Modern alternative: a strided convolution does the same downsampling but learns its own “pool” function.

Padding and stride for pooling

Same knobs as conv, but different defaults: a framework MaxPool2d matches stride to window size (non-overlapping pools) — we want to reduce resolution, not preserve it.

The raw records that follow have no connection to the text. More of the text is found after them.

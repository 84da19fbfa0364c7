"""SQLAlchemy 2.x typed ORM models. The schema itself is created and upgraded only by the Alembic
revisions in ``migrations/``; these classes must match the head revision (a test runs
``alembic check`` style comparison against them)."""

from __future__ import annotations

from datetime import datetime, timezone
from typing import Optional

from sqlalchemy import (
    Boolean,
    CheckConstraint,
    DateTime,
    Float,
    ForeignKey,
    Index,
    Integer,
    MetaData,
    String,
    Text,
    func,
)
from sqlalchemy.orm import DeclarativeBase, Mapped, mapped_column, relationship

# Named constraints so Alembic batch operations can drop/recreate them by name.
NAMING = {
    "ix": "ix_%(column_0_label)s",
    "uq": "uq_%(table_name)s_%(column_0_name)s",
    "ck": "ck_%(table_name)s_%(constraint_name)s",
    "fk": "fk_%(table_name)s_%(column_0_name)s_%(referred_table_name)s",
    "pk": "pk_%(table_name)s",
}


def utcnow() -> datetime:
    return datetime.now(timezone.utc).replace(tzinfo=None)


class Base(DeclarativeBase):
    metadata = MetaData(naming_convention=NAMING)


KIND_CHECK = "kind IN ('resistor', 'capacitor', 'trimmer', 'ic', 'diode')"
"""The kinds a stock line may have (core/types.py KINDS; migration 0004 writes the same text)."""

VALUE_CHECK = "(kind IN ('ic', 'diode') AND value = 0) OR (kind NOT IN ('ic', 'diode') AND value > 0)"
"""An IC or a diode is named by its part text and has no value (0); every other kind has a value
above zero (migration 0004 writes the same text)."""


class StockLineRow(Base):
    """One stock line: a part value with its attributes, in one location, with a quantity."""

    __tablename__ = "stock_lines"
    __table_args__ = (
        CheckConstraint("quantity >= 0", name="quantity_nonneg"),
        CheckConstraint(KIND_CHECK, name="kind_known"),
        CheckConstraint(VALUE_CHECK, name="value_positive"),
        CheckConstraint("tol_minus >= 0 AND tol_minus < 1 AND tol_plus >= 0", name="tolerance_sane"),
        CheckConstraint("turns IS NULL OR turns >= 1", name="turns_positive"),
        CheckConstraint("rating_current IS NULL OR rating_current > 0", name="rating_current_positive"),
        CheckConstraint("reorder_at IS NULL OR reorder_at >= 0", name="reorder_at_nonneg"),
    )

    id: Mapped[int] = mapped_column(Integer, primary_key=True)
    kind: Mapped[str] = mapped_column(String(16), nullable=False)
    value: Mapped[float] = mapped_column(Float, nullable=False)  # ohms or farads
    tol_minus: Mapped[float] = mapped_column(Float, nullable=False)  # fraction below nominal
    tol_plus: Mapped[float] = mapped_column(Float, nullable=False)  # fraction above nominal
    quantity: Mapped[int] = mapped_column(Integer, nullable=False, default=0)
    location: Mapped[str] = mapped_column(String(64), nullable=False, default="")
    package: Mapped[str] = mapped_column(String(64), nullable=False, default="")
    rating: Mapped[Optional[float]] = mapped_column(Float, nullable=True)  # W (resistor, trimmer), V (capacitor,
    #                                                       diode: forward drop at rating_current)
    dielectric: Mapped[str] = mapped_column(String(32), nullable=False, default="")
    polarized: Mapped[bool] = mapped_column(Boolean, nullable=False, default=False)
    note: Mapped[str] = mapped_column(Text, nullable=False, default="")
    part: Mapped[str] = mapped_column(String(64), nullable=False, default="", server_default="")  # "NE555P"
    turns: Mapped[Optional[int]] = mapped_column(Integer, nullable=True)  # trimmer: turns end to end
    rating_current: Mapped[Optional[float]] = mapped_column(Float, nullable=True)  # A (diode's forward drop)
    reorder_at: Mapped[Optional[int]] = mapped_column(Integer, nullable=True)  # low at or below this
    created_at: Mapped[datetime] = mapped_column(DateTime, nullable=False, default=utcnow)
    updated_at: Mapped[datetime] = mapped_column(DateTime, nullable=False, default=utcnow, onupdate=utcnow)

    movements: Mapped[list["MovementRow"]] = relationship(back_populates="line")


IDENTITY_UNKNOWN_RATING = -1.0
"""Stands for "no rating" (and "no turns", "no rating current") in the identity index: a real
rating, turn count or current is above zero (import validation and CHECKs), so it can never be
mistaken for one. NULLs are distinct in a plain unique index on both backends, so the index uses
COALESCE(column, -1) instead of the nullable column."""

Index(
    "uq_stock_lines_identity",
    StockLineRow.kind, StockLineRow.value, StockLineRow.tol_minus, StockLineRow.tol_plus,
    StockLineRow.location, StockLineRow.package,
    func.coalesce(StockLineRow.rating, IDENTITY_UNKNOWN_RATING), StockLineRow.dielectric,
    StockLineRow.part, func.coalesce(StockLineRow.turns, -1),
    func.coalesce(StockLineRow.rating_current, IDENTITY_UNKNOWN_RATING),
    unique=True,
)
"""The identity of a stock line (services/stock.py merges on exactly these): at most one line
per identity, whatever several benches import at once."""


class MovementRow(Base):
    """One ledger row: a signed quantity change of one stock line, with its reason."""

    __tablename__ = "movements"

    id: Mapped[int] = mapped_column(Integer, primary_key=True)
    line_id: Mapped[int] = mapped_column(
        ForeignKey("stock_lines.id", ondelete="RESTRICT"), nullable=False, index=True
    )
    delta: Mapped[int] = mapped_column(Integer, nullable=False)
    reason: Mapped[str] = mapped_column(String(16), nullable=False)  # import, adjust, set, kit, pull, undo
    reference: Mapped[str] = mapped_column(String(255), nullable=False, default="")
    pull_id: Mapped[Optional[int]] = mapped_column(
        ForeignKey("pulls.id", ondelete="RESTRICT"), nullable=True, index=True
    )
    created_at: Mapped[datetime] = mapped_column(DateTime, nullable=False, default=utcnow)

    line: Mapped[StockLineRow] = relationship(back_populates="movements")


class SearchRow(Base):
    """One run of ``find``: what was asked and with which settings."""

    __tablename__ = "searches"

    id: Mapped[int] = mapped_column(Integer, primary_key=True)
    mode: Mapped[str] = mapped_column(String(16), nullable=False)  # value, astable, monostable, rc
    target_json: Mapped[str] = mapped_column(Text, nullable=False)  # the JSON "target" object
    params_json: Mapped[str] = mapped_column(Text, nullable=False)  # chip, vcc, diode_vf, boards, ...
    created_at: Mapped[datetime] = mapped_column(DateTime, nullable=False, default=utcnow)

    options: Mapped[list["SearchOptionRow"]] = relationship(
        back_populates="search", cascade="all, delete-orphan", order_by="SearchOptionRow.rank"
    )


class SearchOptionRow(Base):
    """One numbered option of a saved search; ``data_json`` is the option exactly as ``--json``
    prints it (networks with their parts and line ids)."""

    __tablename__ = "search_options"

    id: Mapped[int] = mapped_column(Integer, primary_key=True)
    search_id: Mapped[int] = mapped_column(
        ForeignKey("searches.id", ondelete="CASCADE"), nullable=False, index=True
    )
    rank: Mapped[int] = mapped_column(Integer, nullable=False)
    connection: Mapped[str] = mapped_column(String(32), nullable=False, default="")
    error: Mapped[float] = mapped_column(Float, nullable=False)
    data_json: Mapped[str] = mapped_column(Text, nullable=False)

    search: Mapped[SearchRow] = relationship(back_populates="options")


class PullRow(Base):
    """Taking an option's parts out of stock; its ledger rows point back here."""

    __tablename__ = "pulls"

    id: Mapped[int] = mapped_column(Integer, primary_key=True)
    search_id: Mapped[int] = mapped_column(ForeignKey("searches.id", ondelete="RESTRICT"), nullable=False)
    option_rank: Mapped[int] = mapped_column(Integer, nullable=False)
    boards: Mapped[int] = mapped_column(Integer, nullable=False, default=1)
    created_at: Mapped[datetime] = mapped_column(DateTime, nullable=False, default=utcnow)
    undone_at: Mapped[Optional[datetime]] = mapped_column(DateTime, nullable=True)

X = d2l.reshape(d2l.arange(16, dtype=d2l.float32), (1, 4, 4, 1))
X

<tf.Tensor: shape=(1, 4, 4, 1), dtype=float32, numpy=
array([[[[ 0.],
         [ 1.],
         [ 2.],
         [ 3.]],

...
         [11.]],

        [[12.],
         [13.],
         [14.],
         [15.]]]], dtype=float32)>

pool2d = tf.keras.layers.MaxPool2D(pool_size=[3, 3])
# Pooling has no model parameters, hence it needs no initialization
pool2d(X)

<tf.Tensor: shape=(1, 1, 1, 1), dtype=float32, numpy=array([[[[10.]]]], dtype=float32)>

Overlapping and asymmetric pools

Override the defaults when you want overlapping pools:

paddings = tf.constant([[0, 0], [1,0], [1,0], [0,0]])
X_padded = tf.pad(X, paddings, "CONSTANT")
pool2d = tf.keras.layers.MaxPool2D(pool_size=[3, 3], padding='valid',
                                   strides=2)
pool2d(X_padded)

<tf.Tensor: shape=(1, 2, 2, 1), dtype=float32, numpy=
array([[[[ 5.],
         [ 7.]],

        [[13.],
         [15.]]]], dtype=float32)>

Or asymmetric pools per axis:

paddings = tf.constant([[0, 0], [0, 0], [1, 1], [0, 0]])
X_padded = tf.pad(X, paddings, "CONSTANT")

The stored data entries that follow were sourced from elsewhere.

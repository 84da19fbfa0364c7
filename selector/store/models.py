"""SQLAlchemy 2.x typed ORM classes, mapped onto the Core tables of ``tables.py`` (the one
declaration of the schema: columns, types, constraints, indexes). The schema itself is created and
upgraded only by the Alembic revisions in ``migrations/``; a test runs alembic's autogenerate
comparison of ``Base.metadata`` (= ``tables.metadata``) against the migrated database.

Use cases that change the stock as objects (imports, kits, adjust/set, pulls, undo) use these
classes; the searches and the readers (bom, show, netlist, simulate, stock list/export, ledger)
work on the tables alone and never import this module (nor ``sqlalchemy.orm``)."""

from __future__ import annotations

from datetime import datetime
from typing import Optional

from sqlalchemy.orm import DeclarativeBase, Mapped, relationship

from selector.store import tables
from selector.store.tables import (  # noqa: F401 - kept importable from here
    IDENTITY_UNKNOWN_RATING,
    KIND_CHECK,
    NAMING,
    VALUE_CHECK,
    utcnow,
)


class Base(DeclarativeBase):
    metadata = tables.metadata


class StockLineRow(Base):
    """One stock line: a part value with its attributes, in one location, with a quantity."""

    __table__ = tables.stock_lines

    id: Mapped[int]
    kind: Mapped[str]
    value: Mapped[float]
    tol_minus: Mapped[float]
    tol_plus: Mapped[float]
    quantity: Mapped[int]
    location: Mapped[str]
    package: Mapped[str]
    rating: Mapped[Optional[float]]
    dielectric: Mapped[str]
    polarized: Mapped[bool]
    note: Mapped[str]
    part: Mapped[str]
    turns: Mapped[Optional[int]]
    rating_current: Mapped[Optional[float]]
    reorder_at: Mapped[Optional[int]]
    created_at: Mapped[datetime]
    updated_at: Mapped[datetime]

    movements: Mapped[list["MovementRow"]] = relationship(back_populates="line")


class MovementRow(Base):
    """One ledger row: a signed quantity change of one stock line, with its reason."""

    __table__ = tables.movements

    id: Mapped[int]
    line_id: Mapped[int]
    delta: Mapped[int]
    reason: Mapped[str]
    reference: Mapped[str]
    pull_id: Mapped[Optional[int]]
    created_at: Mapped[datetime]

    line: Mapped[StockLineRow] = relationship(back_populates="movements")


class SearchRow(Base):
    """One run of ``find``: what was asked and with which settings."""

    __table__ = tables.searches

    id: Mapped[int]
    mode: Mapped[str]
    target_json: Mapped[str]
    params_json: Mapped[str]
    created_at: Mapped[datetime]

    options: Mapped[list["SearchOptionRow"]] = relationship(
        back_populates="search", cascade="all, delete-orphan", order_by="SearchOptionRow.rank"
    )


class SearchOptionRow(Base):
    """One numbered option of a saved search; ``data_json`` is the option exactly as ``--json``
    prints it (networks with their parts and line ids)."""

    __table__ = tables.search_options

    id: Mapped[int]
    search_id: Mapped[int]
    rank: Mapped[int]
    connection: Mapped[str]
    error: Mapped[float]
    data_json: Mapped[str]

    search: Mapped[SearchRow] = relationship(back_populates="options")


class PullRow(Base):
    """Taking an option's parts out of stock; its ledger rows point back here."""

    __table__ = tables.pulls

    id: Mapped[int]
    search_id: Mapped[int]
    option_rank: Mapped[int]
    boards: Mapped[int]
    created_at: Mapped[datetime]
    undone_at: Mapped[Optional[datetime]]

pool2d = tf.keras.layers.MaxPool2D(pool_size=[2, 3], padding='valid',
                                   strides=(2, 3))
pool2d(X_padded)

<tf.Tensor: shape=(1, 2, 2, 1), dtype=float32, numpy=
array([[[[ 5.],
         [ 7.]],

        [[13.],
         [15.]]]], dtype=float32)>

Multi-channel pooling

Convs combine channels (input channels feed every output channel). Pooling does not:

Each input channel is pooled independently.
Output channel count = input channel count.
Pooling has no notion of channel mixing.

# Concatenate along `dim=3` due to channels-last syntax
X = d2l.concat([X, X + 1], 3)
X

<tf.Tensor: shape=(1, 4, 4, 2), dtype=float32, numpy=
array([[[[ 0.,  1.],
         [ 1.,  2.],
         [ 2.,  3.],
         [ 3.,  4.]],

...
         [11., 12.]],

        [[12., 13.],
         [13., 14.],
         [14., 15.],
         [15., 16.]]]], dtype=float32)>

paddings = tf.constant([[0, 0], [1,0], [1,0], [0,0]])
X_padded = tf.pad(X, paddings, "CONSTANT")
pool2d = tf.keras.layers.MaxPool2D(pool_size=[3, 3], padding='valid',
                                   strides=2)
pool2d(X_padded)

<tf.Tensor: shape=(1, 2, 2, 2), dtype=float32, numpy=
array([[[[ 5.,  6.],
         [ 7.,  8.]],

        [[13., 14.],
         [15., 16.]]]], dtype=float32)>

Where pooling sits in modern architectures

Classic CNNs (LeNet, AlexNet, VGG): pool every few conv layers to halve spatial dims; final stack is fully connected.
ResNet / modern: pool less often — strided convs (stride=2) handle most downsampling. One initial max-pool, then strided convs.
Global average pooling: at the very end, average the entire feature map per channel. Replaces the fully-connected stack with a tiny linear classifier; drastically cuts parameters. Default in ResNet, ViT classification head, etc.

Recap

Pooling = window-slide reduction (max or mean), no learnable parameters.
2×2 max-pool with stride 2 is the classic spatial downsampler.
Provides limited translation tolerance: the output unchanged under sub-window shifts.
Per-channel — no channel mixing.
Modern nets downsample mostly with strided convs; pooling survives as global average pooling at the head, plus a max-pool in some stems.